I'm assuming this is a common problem for CIO - I wonder what their policy is on notifying card holders, re-trying cards, or accepting alternate payment methods if the card is declined without having to re-submit the application in its entirety? Alas, CIO has no contact details other than the Sydney physical address so I've just been calling my card company every day to notify them of a large international charge coming through.

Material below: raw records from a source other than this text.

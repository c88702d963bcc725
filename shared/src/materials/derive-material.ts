import { combustionProducts } from '../chemistry/combustion-products.ts';
import { OutOfRangeError } from '../methods/estimate.ts';
import { OXYGEN_G_MOL } from '../chemistry/molar-mass.ts';
import { combustionFactorOf } from './combustion-factor-of.ts';
import { deriveCurve } from './derive-curve.ts';
import type { DerivedMaterial } from './derived-material.ts';
import { DraftRefused } from './draft-refused.ts';
import type { MaterialDraft } from './material-draft.ts';
import type { MaterialFault } from './material-fault.ts';
import type { OwnMaterialLookup } from './material-lookup.ts';
import { settleHeat } from './settle-heat.ts';
import type { WayHeat } from './way-heat.ts';
import { heatFromBomb } from './ways/heat-from-bomb.ts';
import { heatFromComposition } from './ways/heat-from-composition.ts';
import { heatFromEquation } from './ways/heat-from-equation.ts';
import { heatFromFormula } from './ways/heat-from-formula.ts';
import { heatFromSupplier } from './ways/heat-from-supplier.ts';
import { heatFromUltimate } from './ways/heat-from-ultimate.ts';
import { Workbook } from './workbook.ts';

export type Derivation =
  | { readonly ok: true; readonly value: DerivedMaterial }
  | { readonly ok: false; readonly faults: readonly MaterialFault[] };

const USUAL_RADIATIVE = 0.35;
const LONGEST_SOURCE = 500;
/** Groups whose materials are taken for cellulosic while nobody says otherwise. */
const CELLULOSIC_GROUPS: ReadonlySet<string> = new Set(['wood and board', 'paper']);

/**
 * Everything the book needs of an own material, from what a person states of it. The same draft gives the same material in
 * the browser and on the server. A draft that gives none comes back with every reason, each at its field.
 *
 * @param lookup finds own materials that a composition is made of; only approved versions
 */
export function deriveMaterial(draft: MaterialDraft, lookup: OwnMaterialLookup): Derivation {
  const book = new Workbook();
  try {
    const heat = heatOf(book, draft, lookup);
    const settled = settleHeat(book, draft, heat);
    const curve = draft.curve === undefined ? null : deriveCurve(book, draft.curve);
    const cellulosic = draft.cellulosic ?? heat.cellulosic ?? CELLULOSIC_GROUPS.has(draft.group ?? '');
    return {
      ok: true,
      value: {
        ...settled,
        range_basis: heat.range_basis,
        heat_source: `Net, as received, from ${heat.rests_on}. ${draft.source}`.slice(0, LONGEST_SOURCE),
        moisture_pct_wet: heat.water === null ? null : 100 * heat.water,
        oxygen_kg_kg: oxygenOf(heat),
        cellulosic,
        combustion_factor: combustionFactorOf(cellulosic),
        ignition_class: draft.ignition_class ?? 'normal',
        radiative_fraction: draft.radiative_fraction ?? heat.radiative_fraction ?? USUAL_RADIATIVE,
        warnings: book.warnings,
        workings: book.workings,
        methods: [...new Set(book.workings.map(({ method }) => method))],
        curve,
      },
    };
  } catch (error) {
    if (error instanceof DraftRefused) return { ok: false, faults: error.faults };
    if (error instanceof OutOfRangeError)
      return { ok: false, faults: [{ pointer: '', code: 'not_possible', message: error.message }] };
    throw error;
  }
}

function heatOf(book: Workbook, draft: MaterialDraft, lookup: OwnMaterialLookup): WayHeat {
  switch (draft.way) {
    case 'formula':
      return heatFromFormula(book, draft);
    case 'equation':
      return heatFromEquation(book, draft);
    case 'bomb':
      return heatFromBomb(book, draft);
    case 'ultimate':
      return heatFromUltimate(book, draft);
    case 'supplier':
      return heatFromSupplier(book, draft, lookup);
    case 'composition':
      return heatFromComposition(book, draft, lookup);
  }
}

/** Oxygen per kg as it lies there; null without a composition that burns completely. */
function oxygenOf({ composition, water }: WayHeat): number | null {
  const combustion = composition === null ? null : combustionProducts(composition.atoms);
  if (composition === null || combustion?.ok !== true) return null;
  const dry = (OXYGEN_G_MOL * combustion.products.O2) / composition.mass_g;
  return dry * (1 - (water ?? 0));
}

I guess I just need to learn patience...


----------



## Auld Yin (Mar 10, 2009)

arsenal said:


> Has anyone else used this method to pay or known anyone else who has? It was only introduced by CIC last month, but I decided to use it since obtaining foreign certified bank drafts in the US is like trying to squeeze blood out of a rock.
> 
> I've been really paranoid about my bank will reject the charge due a) to its size and b) the fact that it's a foreign transaction.
> 
> ...


There's only one valid reason for your credit card company to refuse the transaction and that is if there is an insufficient allowance on your card. Calling your card company is a good idea if only to allay your fears. I'm sure the CIC would not introduce the programme should it consider it a risky venture.


----------



## arsenal (Aug 19, 2009)

Auld Yin said:


> There's only one valid reason for your credit card company to refuse the transaction and that is if there is an insufficient allowance on your card. Calling your card company is a good idea if only to allay your fears. I'm sure the CIC would not introduce the programme should it consider it a risky venture.


This is an oversimplification. Just about all banks have complex software analyzing transactions these days to find 'unusual activity' to identify and mitigate fraud. It's happened to me many times over the years in my travels. I get 'early warning' fraud holds placed on CC accounts all the time and have to call the bank to get the card working again. It's an automated thing. It has nothing to do with available credit.


----------



## Anita_devar (Jul 23, 2014)

Hi , Unless payment is honored by bank you will not get any intimation, what if payment is rejected by bank as request is submitted from foreign country, better call you credit card department and give standing instruction to accept and honor payment of CAD $ amount.


----------



## ashpin (Feb 10, 2014)

Hi,

I already checked with them.
So far there is no request for charge as they say.
I think I made a mistake. I should have prepared dd.

Let us see what happens.

Regards,
Ash


----------



## xxxxxxxxxxxxxsssagi (May 21, 2013)

ashpin said:


> Hi,
> 
> I already checked with them.
> So far there is no request for charge as they say.
> ...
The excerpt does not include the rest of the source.